Лиза присела на старый еловый выворотень, на котором испокон веку отдыхают люди, и навзрыд зарыдала.
Все, все она пережила, все вынесла: измену мужа, смерть взрослого сына, немилость старшего брата, позор и стыд за незаконнорожденных детей, а вот видеть в своем заулке Борьку – нет, нет, эта пытка была свыше ее сил.
Все эти двадцать лет уговаривала себя: что ей Борька? Какой смысл убиваться из-за того, что он доводится сводным братом Васе? Да разве впервой ей такое? В Заозерье еще раньше Борькиного рожденья сводная сестрица объявилась – когда близко к сердцу принимала!
Ничего, никакие уговоры не помогли. Увидит, встретит на улице Борьку так и оборвется сердце, так и бросит в немочь, потому что не Вася ее, а он, Борька, всеми выходками, всеми повадками вышел в Егоршу. Даже слюну сквозь зубы, как Егорша, сплевывал.

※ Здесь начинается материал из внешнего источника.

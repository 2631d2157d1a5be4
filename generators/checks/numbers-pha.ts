/**
 * Numeric checks of a spectrum (OGIP/92-007, memory): channels numbered consecutively from TLMIN
 * with DETCHANS entries (type I file), counts finite and non-negative (rates may be negative in
 * a background-subtracted NET spectrum, so only finiteness is required there), exposure positive.
 */
import type { PhaData } from '../response/types.ts';
import { makeCheck } from './make-check.ts';
import type { Check } from './types.ts';

export function checkPhaNumbers(pha: PhaData, product: string | null): Check[] {
  const n = pha.channel.length;
  let badChan = -1;
  for (let i = 0; i < n && badChan < 0; i++) if (pha.channel[i] !== pha.firstChannel + i) badChan = i;
  const out: Check[] = [
    makeCheck(badChan < 0 && n === pha.detchans ? 'pass' : 'fail', {
      id: 'pha.channels.consecutive',
      title: 'channels consecutive from TLMIN, DETCHANS of them',
      product,
      measured: badChan >= 0 ? `row ${badChan + 1}: channel ${pha.channel[badChan]}` : `${n} rows`,
      tolerance: `${pha.detchans} rows from channel ${pha.firstChannel}`,
      message:
        badChan >= 0
          ? `row ${badChan + 1} has channel ${pha.channel[badChan]}; expected ${pha.firstChannel + badChan}`
          : n === pha.detchans
            ? `${n} channels from ${pha.firstChannel}`
            : `${n} rows but DETCHANS = ${pha.detchans}`,
    }),
  ];
  const data = pha.counts ?? pha.rate;
  const name = pha.counts ? 'COUNTS' : 'RATE';
  if (data) {
    let nonFinite = 0, negative = 0, first = -1;
    data.forEach((v, i) => {
      if (!Number.isFinite(v)) {
        nonFinite++;
        if (first < 0) first = i;
      } else if (v < 0) negative++;
    });
    out.push(
      makeCheck(nonFinite ? 'fail' : 'pass', {
        id: 'pha.data.finite',
        title: `${name} finite`,
        product,
        measured: nonFinite,
        tolerance: 0,
        message: nonFinite ? `${nonFinite} non-finite ${name} value(s), first in row ${first + 1}` : 'all finite',
      }),
    );
    if (pha.counts) {
      out.push(
        makeCheck(negative ? 'fail' : 'pass', {
          id: 'pha.data.nonnegative',
          title: 'COUNTS ≥ 0',
          product,
          measured: negative,
          tolerance: 0,
          message: negative ? `${negative} negative COUNTS value(s)` : 'no negative counts',
        }),
      );
    }
  }
  return out;
}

И вот в тот вечер, когда она, возвращаясь от Пахи-рыбнадзора, увидела в своем заулке Борьку с матерью, увидела, как они втаскивают в переднюю избу комод, она сразу поняла: не жить ей под одной крышей с Борькой. Ночи одной не выдержать. Любую муку, любую казнь готова принять ради дома, но только не эту…
Лиза сняла с головы плат, вытерла зажарелое, разъеденное потом и слезами лицо, встала. Нельзя давать волю слезам. Не затем пошла она на Синельгу, чтобы сидеть в лесу да лить слезы.
– Ве-е-ра-а! Родька-а-а!
Ответа она не дождалась: далеко убежала молодежь. И Лиза зачастила ногами, стала все больше и больше разгонять себя.
Анфиса Петровна говорила им: нету ноне в Синельге рыбы. Не меряйте зря дороги – без вас давно вымеряны. И верно: они с добрую версту проволокли бредень – и хоть бы какая-нибудь рыбешечка запуталась. Да и мудрено быть рыбешечке в нынешнюю жару. Плесы и ямы пересохли, заросли тиной и ряской, а о перекатах да протоках и говорить нечего: где вода жиденькой косичкой заплетается, а где и совсем нету.
– Может, домой пойдем? – предложила Лиза.
Родька сразу согласился: надоело продираться сквозь дремучие кустарники да бить и колоть ноги о камешник. Но Вера и слышать не хотела.
– Возвращаться домой с пустыми руками? Да вы что! Не знаете, что такое рыбалка да охота? Час зря, два зря, а на третий – озолотились.
И опять побрели вниз по речонке, опять начали буровить пересохшие ямы и плесы, греметь дресвой в порогах.
Жара нещадная, травища, выломки (лет десять уж не ставят сена на Синельге) и гнус. В те годы у гнуса была все-таки очередность: днем, в солнцепек, овод разживается, а комар по вечерам да ночью. А нынче все вдруг – и оводы и комары. И никакая мазь не помогала от них.